What are you willing to give up?
I was thinking about sex yesterday evening, about how my and my wife’s sex practices and positions have changed over the years. For example, for the past few years my wife had increasingly steered me away from rear-entry positions because she told me that they were not as comfortable, and the last time we tried she came right out and told me that it hurt. The frequency of oral sex has diminished over the last few years and I was kind of shocked to realize that she has not given me oral for almost a year now.
One of my size ‘accomplishments’ was to get more girth than a standard-size (not the ones from maxi rolls) toilet paper/paper towel roll. Now, at full erection, I can barely slip one over my glans and about one inch down the shaft before it can go no further. So I was standing there last evening, with a freshly denuded paper towel core, and had the crazy idea to see what it was like giving head to me - and stuck the core in my mouth…

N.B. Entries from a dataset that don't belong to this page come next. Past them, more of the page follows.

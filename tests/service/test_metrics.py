"""/metrics through the test client on a real Redis: access, names, figures; the JSON log format."""
import dataclasses
import json
import logging

import pytest
from prometheus_client.parser import text_string_to_metric_families

from jobs import accounts, logs
from jobs import metrics as job_metrics
from jobs.settings import Settings
from service.access_log import request_fields
from tests.service.test_jobs_api import DECAY


def make_app(settings, store, **changes):
    from service import create_app

    return create_app(dataclasses.replace(settings, **changes), store=store)


def samples(text: str) -> dict:
    out = {}
    for family in text_string_to_metric_families(text):
        for s in family.samples:
            out[(s.name, tuple(sorted(s.labels.items())))] = s.value
    return out


def test_metrics_need_an_admin_key_by_default(settings, store):
    app = make_app(settings, store, auth_mode="keys")
    c = app.test_client()
    _, user = accounts.create_key(store.r, store.keys, "uma", "user")
    _, admin = accounts.create_key(store.r, store.keys, "ops", "admin")
    r = c.get("/metrics")
    assert r.status_code == 401 and r.headers["WWW-Authenticate"].startswith("Bearer")
    assert c.get("/metrics", headers={"Authorization": f"Bearer {user}"}).status_code == 403
    r = c.get("/metrics", headers={"Authorization": f"Bearer {admin}"})
    assert r.status_code == 200 and r.headers["Content-Type"] == "text/plain; version=0.0.4; charset=utf-8"


def test_metrics_can_be_public_or_off(settings, store):
    public = make_app(settings, store, auth_mode="keys", metrics_access="public")
    assert public.test_client().get("/metrics").status_code == 200
    doc = public.test_client().get("/v1/openapi.json").get_json()
    assert doc["paths"]["/metrics"]["get"]["security"] == []
    off = make_app(settings, store, auth_mode="keys", metrics_access="off")
    assert off.test_client().get("/metrics").status_code == 404
    assert "/metrics" not in off.test_client().get("/v1/openapi.json").get_json()["paths"]


def test_names_follow_prometheus_conventions(client):
    text = client.get("/metrics").get_data(as_text=True)
    families = {f.name: f for f in text_string_to_metric_families(text)}
    assert families and all(name.startswith("stifflane_") for name in families)
    for family in families.values():
        if family.type == "counter":
            assert all(s.name.endswith("_total") for s in family.samples)
        if family.type == "histogram":
            assert family.name.endswith("_seconds")
    for name in ("stifflane_jobs", "stifflane_queue_messages", "stifflane_jobs_finished",
                 "stifflane_batch_members_finished", "stifflane_job_solve_seconds", "stifflane_job_wait_seconds"):
        assert name in families, name


def test_a_finished_job_is_counted_with_its_solve_and_wait_times(client, store):
    from jobs.keys import created_at

    rec = store.create(DECAY, title="t", method="auto", owner="local")
    status, attempt = store.claim(rec.id)
    assert status == "claimed"
    assert store.finish(rec.id, attempt, "failed", "max_steps", "too many steps", {}, None)
    job_metrics.job_finished(store.r, store.keys, rec.id)
    m = samples(client.get("/metrics").get_data(as_text=True))
    assert m[("stifflane_jobs_finished_total", (("outcome", "max_steps"), ("state", "failed")))] == 1
    assert m[("stifflane_job_solve_seconds_count", ())] == 1
    assert m[("stifflane_job_wait_seconds_count", ())] == 1
    assert m[("stifflane_job_solve_seconds_bucket", (("le", "+Inf"),))] == 1
    started = store.get(rec.id).started
    assert m[("stifflane_job_wait_seconds_sum", ())] == pytest.approx(started - created_at(rec.id), abs=1e-3)
    buckets = [v for (name, _), v in m.items() if name == "stifflane_job_wait_seconds_bucket"]
    assert buckets == sorted(buckets)  # cumulative
    assert m[("stifflane_jobs", (("state", "failed"),))] == 1


def test_members_are_counted_by_outcome_and_odd_labels_are_bounded(client, store):
    job_metrics.chunk_finished(store.r, store.keys, ["succeeded"] * 7 + ["max_steps"] * 2 + ["Weird Label!"])
    m = samples(client.get("/metrics").get_data(as_text=True))
    members = {dict(k[1])["outcome"]: v for k, v in m.items() if k[0] == "stifflane_batch_members_finished_total"}
    assert members == {"succeeded": 7, "max_steps": 2, "other": 1}
    assert m[("stifflane_batch_chunks_finished_total", ())] == 1


def test_a_scrape_without_redis_says_so_and_recording_never_raises(settings):
    from service import create_app

    down = dataclasses.replace(settings, redis_url="redis://127.0.0.1:1/0", redis_timeout_seconds=0.2)
    app = create_app(down)
    r = app.test_client().get("/metrics")
    assert r.status_code == 200 and samples(r.get_data(as_text=True)) == {("stifflane_store_up", ()): 0.0}
    store = app.extensions["stifflane"].store
    job_metrics.job_finished(store.r, store.keys, "0" * 28)
    job_metrics.chunk_finished(store.r, store.keys, ["succeeded"])


def test_the_metric_keys_are_bounded(store):
    for i in range(300):
        job_metrics.chunk_finished(store.r, store.keys, [f"outcome_{i % 5}", f"Bad {i}"])
    assert store.r.hlen(store.keys.metrics_counts()) <= 7
    assert store.r.ttl(store.keys.metrics_counts()) == -1  # bounded by size, not by time


# ---- structured logs (jobs/logs.py, service/access_log.py)

def test_json_lines_carry_the_job_in_scope():
    record = logging.LogRecord("worker.run_job", logging.INFO, __file__, 1, "job %s not claimed: %s",
                               ("abc", "succeeded"), None)
    with logs.job_scope(job_id="0661df5865b909dc40fc6cb57e7d"):
        line = logs.JsonFormatter().format(record)
    obj = json.loads(line)
    assert "\n" not in line
    assert obj["message"] == "job abc not claimed: succeeded" and obj["level"] == "info"
    assert obj["job_id"] == "0661df5865b909dc40fc6cb57e7d" and obj["ts"].endswith("Z")
    assert "job_id" not in json.loads(logs.JsonFormatter().format(record))  # out of scope


def test_json_lines_keep_exceptions_on_one_line():
    try:
        raise ValueError("boom\nsecond line")
    except ValueError:
        import sys

        record = logging.LogRecord("x", logging.ERROR, __file__, 1, "failed", (), sys.exc_info())
    line = logs.JsonFormatter().format(record)
    assert "\n" not in line and "ValueError: boom" in json.loads(line)["exception"]


def test_request_lines_name_the_job_and_drop_the_query():
    job = "0661df5865b909dc40fc6cb57e7d"
    fields = request_fields("GET", f"/v1/jobs/{job}/result", "200 OK", 120, 1500, "127.0.0.1")
    assert fields["job_id"] == job and fields["status"] == 200 and fields["duration_ms"] == 1.5
    created = request_fields("POST", "/v1/batches", "202 ACCEPTED", 10, 100, "::1", location=f"/v1/batches/{job}")
    assert created["batch_id"] == job and "job_id" not in created
    assert "?" not in request_fields("GET", "/v1/jobs", "200 OK", 1, 1, "-")["path"]


def test_the_log_format_is_text_unless_json_is_asked_for(monkeypatch):
    monkeypatch.delenv("STIFFLANE_LOG_FORMAT", raising=False)
    assert logs.log_format() == "text"
    monkeypatch.setenv("STIFFLANE_LOG_FORMAT", "JSON")
    assert logs.log_format() == "json"
    monkeypatch.setenv("STIFFLANE_LOG_FORMAT", "xml")
    assert logs.log_format() == "text"


def test_the_metrics_setting_is_read_from_the_environment(monkeypatch):
    monkeypatch.setenv("STIFFLANE_METRICS_ACCESS", "public")
    assert Settings.from_env().metrics_access == "public"
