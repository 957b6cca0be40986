"""Sensitivities through the service: a job spec names parameters and initial values, the
result carries dy/dθ raw and normalised in JSON, CSV and .npz; bad names are 422s.

Real Redis, the worker's own run_job in this process (real engine), the API through Flask's
test client. Oracle: first-order decay a(t) = a0 exp(-k t), so da/dk = -t a(t),
da/da0 = exp(-k t), d ln a / d ln k = -k t (calculus; any kinetics textbook).
"""
import io

import numpy as np

from worker.run_job import run_job

DECAY = {
    "label": "decay with sensitivities",
    "model": {"states": {"a": {"initial": 2.0, "unit": "mol/L"}, "b": 0.0},
              "parameters": {"k": {"value": 0.5, "unit": "1/s"}},
              "reactions": [{"equation": "a -> b", "k": "k"}]},
    "span": [0.0, 4.0], "output": {"count": 5},
    "tolerance": {"rtol": 1e-9, "atol": 1e-12},
    "sensitivity": {"parameters": ["k"], "initial": ["a"]},
}


def run(client, store, spec) -> str:
    r = client.post("/v1/jobs", json=spec)
    assert r.status_code == 202, r.get_json()
    job_id = r.get_json()["id"]
    run_job(store, job_id)
    return job_id


def test_a_job_returns_sensitivities_raw_and_normalised(client, store):
    job_id = run(client, store, DECAY)
    body = client.get(f"/v1/jobs/{job_id}/result").get_json()
    assert body["outcome"] == "succeeded" and list(body["states"]) == ["a", "b"]
    t = np.array(body["times"])
    a = 2.0 * np.exp(-0.5 * t)
    s = body["sensitivity"]
    assert s["wrt"] == ["k", "init:a"] and s["values"] == {"k": 0.5, "init:a": 2.0}
    np.testing.assert_allclose(s["raw"]["a"]["k"], -t * a, rtol=1e-6, atol=1e-10)
    np.testing.assert_allclose(s["raw"]["b"]["k"], t * a, rtol=1e-6, atol=1e-10)  # b = a0 - a
    np.testing.assert_allclose(s["raw"]["a"]["init:a"], np.exp(-0.5 * t), rtol=1e-6)
    np.testing.assert_allclose(s["normalised"]["a"]["k"][1:], -0.5 * t[1:], rtol=1e-6)
    assert s["normalised"]["b"]["k"][0] is None  # b(0) = 0: no relative sensitivity there


def test_csv_and_npz_carry_the_sensitivities(client, store):
    job_id = run(client, store, DECAY)
    text = client.get(f"/v1/jobs/{job_id}/result?format=csv").get_data(as_text=True)
    header = [line for line in text.splitlines() if not line.startswith("#")][0].split(",")
    assert header == ["t", "a [mol/L]", "b", "d(a)/d(k)", "d(b)/d(k)", "d(a)/d(init:a)", "d(b)/d(init:a)",
                      "dln(a)/dln(k)", "dln(b)/dln(k)", "dln(a)/dln(init:a)", "dln(b)/dln(init:a)"]
    npz = np.load(io.BytesIO(client.get(f"/v1/jobs/{job_id}/result?format=npz").get_data()))
    assert list(npz["sensitivity_wrt"]) == ["k", "init:a"]
    assert npz["sensitivity"].shape == (5, 2, 2) == npz["sensitivity_normalised"].shape
    np.testing.assert_allclose(npz["sensitivity"][:, 0, 0], -npz["t"] * npz["y"][:, 0], rtol=1e-6, atol=1e-10)


def test_a_job_without_sensitivities_has_none(client, store):
    spec = {k: v for k, v in DECAY.items() if k != "sensitivity"}
    body = client.get(f"/v1/jobs/{run(client, store, spec)}/result").get_json()
    assert "sensitivity" not in body


def test_unknown_or_missing_names_are_refused_with_the_field(client):
    r = client.post("/v1/jobs", json=dict(DECAY, sensitivity={"parameters": ["kk"], "initial": ["c"]}))
    assert r.status_code == 422
    text = str(r.get_json())
    assert "/sensitivity/parameters/0" in text and "did you mean 'k'" in text
    assert "/sensitivity/initial/0" in text
    r = client.post("/v1/jobs", json=dict(DECAY, sensitivity={}))
    assert r.status_code == 422 and "at least one" in str(r.get_json())


def test_a_batch_base_asking_for_sensitivities_is_refused_not_ignored(client):
    spec = {"base": DECAY, "grid": {"parameters": {"k": {"values": [0.1, 0.2]}}}}
    r = client.post("/v1/batches", json=spec)
    assert r.status_code == 422
    assert "single jobs" in str(r.get_json())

I can say that I have new respect for my wife, because that core was huge in my mouth and her mouth is smaller than mine. I walked up to her and said, “I know why you have not done oral sex for a while,” and stuck the core in my mouth (she knows about the size comparison).
“Ya think?” She said, with a hint of exasperation in her voice.
“Well, I had wondered. Is that why?”
“Yes. And the length. It is like being choked.”
“And rear-entry? You said that that hurt. Is it the same reason?”
She thought for a moment, and then said, “it just feels wrong; too deep, with the wrong angle. I don’t know.”
“Hmm. Shall I shrink it?”
“No.”
“That’s good, because there is no known way to shrink it, just make it bigger.”
At this point she gave me a long-suffering look.
“Perhaps I should stop.” I volunteered. She just flashed me a wry smile and walked away.
So fellas, here is my question to you all:
Are you willing to give up some aspects of sex for a bigger penis?
As for me, I think that I have done enough.